Archive for the ‘Redistricting’ Category

Tuesday evening, the Texas special legislative session abruptly when the House gaveled out sine die signalling they were finished with the special session with one final day still available, leaving several items left undone on Gov. Greg Abbott’s to-do list for lawmakers.  Among them property tax legislation.
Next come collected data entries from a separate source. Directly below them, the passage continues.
"""The whole job in one call: read a network and a setting, run every analysis, write every file.

:func:`assess` answers, for one network at one environment: where each reaction energy comes
from (data coverage), how many reactions run downhill at reference concentrations (census),
whether a steady state exists with every reaction downhill in each of the four modes
(feasibility; Henry, Broadbelt & Hatzimanikatis 2007, Biophys. J. 92:1792) and, where not, the
smallest set of steps that must be driven uphill, how the answer changes with the H2 supply
(scan and threshold), the max-min driving force (Noor et al. 2014, PLoS Comput. Biol.
10:e1003483), the energy profile along the main carbon-fixation route, the range of each
reaction energy over the feasible set, and a small robustness run over the uncertainty of the
energies. It returns an :class:`Assessment`; :meth:`Assessment.write` writes the tables (CSV and
JSON), the figures (PNG and SVG) and one self-contained HTML report. Nothing is computed here
that the analyses do not compute: this module only orders the calls and adapts their tables.

Units: kJ/mol, mol/L (gases: bar); temperature in degC only in the words of the report.

Example (the bundled network at the Kestrel Ridge vent field, an invented demo setting)::

    import tfa
    result = tfa.assess(out="tfa-results")
    print(result.summary())
"""

from __future__ import annotations

import dataclasses
import logging
import math
import time
import warnings
from dataclasses import dataclass, field
from pathlib import Path
from typing import Any, Callable, Mapping, Sequence

import numpy as np
import pandas as pd

from .errors import InputError, TfaError

log = logging.getLogger(__name__)

#: The four modes, in the order they are reported (see :mod:`tfa.network.rewrites`).
ALL_MODES = ("native", "h2_only", "no_atp_strict", "no_atp_bare")
#: Default output folder of :func:`assess` and ``tfa assess``.
DEFAULT_OUT = "tfa-results"
#: H2 levels of the scan: one per decade from 1 pM to 10 mM (mol/L; bar for a gas feed).
DEFAULT_H2_LEVELS = tuple(float(v) for v in np.logspace(-12, -2, 11))
#: Range searched for the H2 threshold (mol/L; bar for a gas feed).
DEFAULT_H2_RANGE = (1e-12, 1e-2)
#: Draws per mode of the robustness run of an assessment (kept small: about 1.5 s per draw).
DEFAULT_ROBUSTNESS_DRAWS = 4
#: Alternative minimal uphill sets asked for per mode (integer cuts).
DEFAULT_ALTERNATIVES = 2
#: Pathway tags (lower case, substrings) of the carbon-fixation route from H2 + CO2 to pyruvate.
ROUTE_PATHWAYS = ("acetyl-coa pathway (methyl branch)", "acetyl-coa pathway (carbonyl branch)",
                  "pyruvate")
#: Reactions chunked per ranges call, so that progress can be shown.
RANGES_CHUNK = 10

#: Base names of the files :meth:`Assessment.write` produces (tables: .csv + .json; figures:
#: .png + .svg).
TABLE_FILES = ("coverage", "census", "census_counts", "feasibility", "uphill_sets", "h2_scan",
               "h2_threshold", "driving_force", "energy_profile", "ranges",
               "robustness_feasibility", "robustness_uphill")
FIGURE_FILES = ("energy_profile", "h2_scan", "census", "ranges")
REPORT_FILE = "report.html"
SUMMARY_FILE = "summary.json"

ProgressCallback = Callable[[str, int, int], None]


# ------------------------------------------------------------------------------------ inputs
@dataclass
class Inputs:
    """A network and its setting as read from files, with where each came from."""

    model: Any
    environment: Any
    network_source: str
    environment_source: str
    literature_path: Path | None = None
    network_folder: Path | None = None


def load_network(path: str | Path | None = None, compounds: str | Path | None = None,
                 require_balanced: bool = True):
    """Read a network: a reactions table (``.tsv``/``.csv``, ``compounds.tsv`` beside it), a
    folder holding ``reactions.tsv``, SBML (``.xml``) or cobra JSON; None reads the bundled
    network (demo data: the invented Kestrel Ridge vent field).

    Raises
    ------
    InputError
        Missing file, malformed table (with file and line), unbalanced reaction.
    """
    return resolve_inputs(path, None, compounds, require_balanced=require_balanced).model


def load_environment(path: str | Path | None = None, network: str | Path | None = None,
                     **conditions: float | None):
    """Read an environment file (TOML); without ``path`` the ``environment.toml`` beside the
    network, else the bundled one. ``conditions`` (``celsius``, ``ph``, ``ionic_strength``,
    ``pressure``, ``pmg``) override the file's."""
    from .network.bundled import bundled_environment_path
    from .network.environment import Environment

    env_path = Path(path) if path is not None else _default_environment_path(network)
    if env_path is None:
        env_path = bundled_environment_path()
    environment = Environment.from_toml(env_path)
    changes = {k: v for k, v in conditions.items() if v is not None}
    return environment.with_conditions(**changes) if changes else environment


def _network_folder(path: Path) -> Path:
    return path if path.is_dir() else path.parent


def _default_environment_path(network: str | Path | None) -> Path | None:
    if network is None:
        return None
    candidate = _network_folder(Path(network)) / "environment.toml"
    return candidate if candidate.is_file() else None


def resolve_inputs(network: Any = None, environment: Any = None,
                   compounds: str | Path | None = None, require_balanced: bool = True,
                   **conditions: float | None) -> Inputs:
    """Read the network and the environment as ``tfa`` resolves them everywhere.

    ``network``: None (the bundled network), a path (reactions table, folder, SBML, JSON) or a
    ``cobra.Model``. ``environment``: None (``environment.toml`` beside the network, else the
    bundled one), a path, or an :class:`~tfa.network.environment.Environment`. ``conditions``
    (``celsius``, ``ph``, ``ionic_strength``, ``pressure``, ``pmg``) override the environment's.
    """
    from .network.bundled import bundled_environment_path, bundled_folder
    from .network.environment import Environment
    from .network.io_sbml import load_network as read_any
    from .network.io_table import reaction_values_beside

    literature = None
    folder = None
    if network is None:
        folder = bundled_folder()
        model = read_any(folder / "reactions.tsv", require_balanced=require_balanced)
        literature = reaction_values_beside(folder / "reactions.tsv")
        network_source = f"bundled network ({folder / 'reactions.tsv'})"
        default_env = bundled_environment_path()
    elif isinstance(network, (str, Path)):
        path = Path(network)
        if not path.exists():
            raise InputError(f"{path}: no such file or folder; give a reactions table, a folder "
                             "holding reactions.tsv, or an SBML/JSON file")
        if compounds is not None and not Path(compounds).is_file():
            raise InputError(f"{compounds}: no such compounds table; give the path of "
                             "compounds.tsv or leave --compounds out")
        model = read_any(path, compounds, require_balanced=require_balanced)
        folder = _network_folder(path)
        literature = reaction_values_beside(folder / "reactions.tsv")
        network_source = str(path)
        default_env = _default_environment_path(path) or bundled_environment_path()
    elif hasattr(network, "reactions") and hasattr(network, "metabolites"):
        model = network
        path = (model.notes or {}).get("reaction_values_path")
        literature = Path(path) if path else None
        network_source = f"cobra model {model.id}"
        default_env = bundled_environment_path()
    else:
        raise InputError(f"network: expected a path or a cobra.Model, got {type(network).__name__}")
    if environment is None or isinstance(environment, (str, Path)):
        env_path = Path(environment) if environment is not None else default_env
        env = Environment.from_toml(env_path)
        env_source = str(env_path)
    elif isinstance(environment, Environment):
        env = environment
        env_source = environment.source or environment.name
    else:
        raise InputError(f"environment: expected a path or an Environment, got "
                         f"{type(environment).__name__}")
    changes = {k: v for k, v in conditions.items() if v is not None}
    if changes:
        env = env.with_conditions(**changes)
    return Inputs(model, env, network_source, env_source, literature, folder)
However, lawmakers may be back in Austin sooner than you think — but for an entirely different reason. A federal court ruled unanimously Tuesday that two of Texas’ 36 congressional districts are unconstitutional, and ordered that the political boundaries be redrawn ahead of the 2018 elections. The  three-judge panel in San Antonio ruled that Congressional Districts 27 and 35 violate the U.S. Constitution and the federal Voting Rights Act. The judges found that Hispanic voters in Congressional District 27, represented by U.S. Rep. Blake Farenthold, R-Corpus Christi, were “intentionally deprived of their opportunity to elect a candidate of their choice.” Congressional District 35 — a Central Texas district represented by Democrat Lloyd Doggett of Austin — was deemed “an impermissible racial gerrymander” because mapdrawers illegally used race as the predominant factor in drawing it without a compelling state interest, the judges wrote.
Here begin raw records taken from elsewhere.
- x_i = ln c_i for every compound with an activity term, within its log bounds (fed compounds
  have lower == upper);
- g_j = ΔrG'°_j + eps_j + RT sum_i S_ij x_i for every internal reaction with an energy;
  the slack lives in compound space, eps = A z with ||z||_1 <= k (A the factor of the energies
  over their named sources, :mod:`tfa.network.compound_space`), so it moves formation energies,
  never one reaction alone;
- binaries f_j, b_j: v_fwd_j <= U_j f_j, v_rev_j <= L_j b_j, f_j + b_j <= 1;
- g_j <= -delta + M_f,j (1 - f_j) and -g_j <= -delta + M_b,j (1 - b_j), M from interval bounds
  (:mod:`tfa.problem.bigm`), never a blanket constant;
- optional: uphill binaries u_j (v_fwd_j <= U_j (f_j + u_j), v_rev_j <= L_j (b_j + u_j)) for the
  minimal uphill set; a driving-force variable B replacing delta (max-min driving force,
  Noor et al. 2014, PLoS Comput. Biol. 10:e1003483).

The problem is built once; scans change only variable bounds, and a run over many draws of the
energies changes only the energies' right-hand sides, the g bounds and the big-M coefficients
(:meth:`ThermoProblem.set_standard`, on a problem built with an ``energy_spread`` that covers the
draws). Every variable and constraint added is removed again by :meth:`ThermoProblem.remove` (or
on leaving a ``with`` block).
"""

from __future__ import annotations

import logging
import math
import time
from typing import Mapping

import numpy as np
from optlang.symbolics import Zero

from ..errors import InputError, MissingDataError
from ..network.thermo_model import ThermoModel
from ..verify.certificate import CertificateInput
from .bigm import direction_big_m, energy_intervals
from .concentration_rows import concentration_rows
from .bulk import remove_rows_and_columns, set_rows
from .flux_ranges import flux_caps, steady_state_flux_ranges
from .scaling import flux_scale, scaled_bounds
from .options import (FLUX_RANGES_AUTO_LIMIT, GLPK_FEASIBILITY_PUMP, HIGHS_HEURISTIC_EFFORT,
                      SOLVER_TOLERANCES, ProblemOptions, Solution)
from .energy_change import EnergyChange
from .search import PointSearch
from .solvers import use_solver

log = logging.getLogger(__name__)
Texas Attorney General Ken Paxton has three days to decide whether he wants state lawmakers to draw a new map — which would inevitably lead to another overtime round at the Capitol — or if he wants to send the issue back to court. Regardless, two things still remain on the table: A new map could shake up multiple congressional races across the state, and the drawing of one could delay the next election cycle.

But for now, all of us who watched hours of cringe-worthy testimony and floor debates get a break from the legislature, but not from the heat.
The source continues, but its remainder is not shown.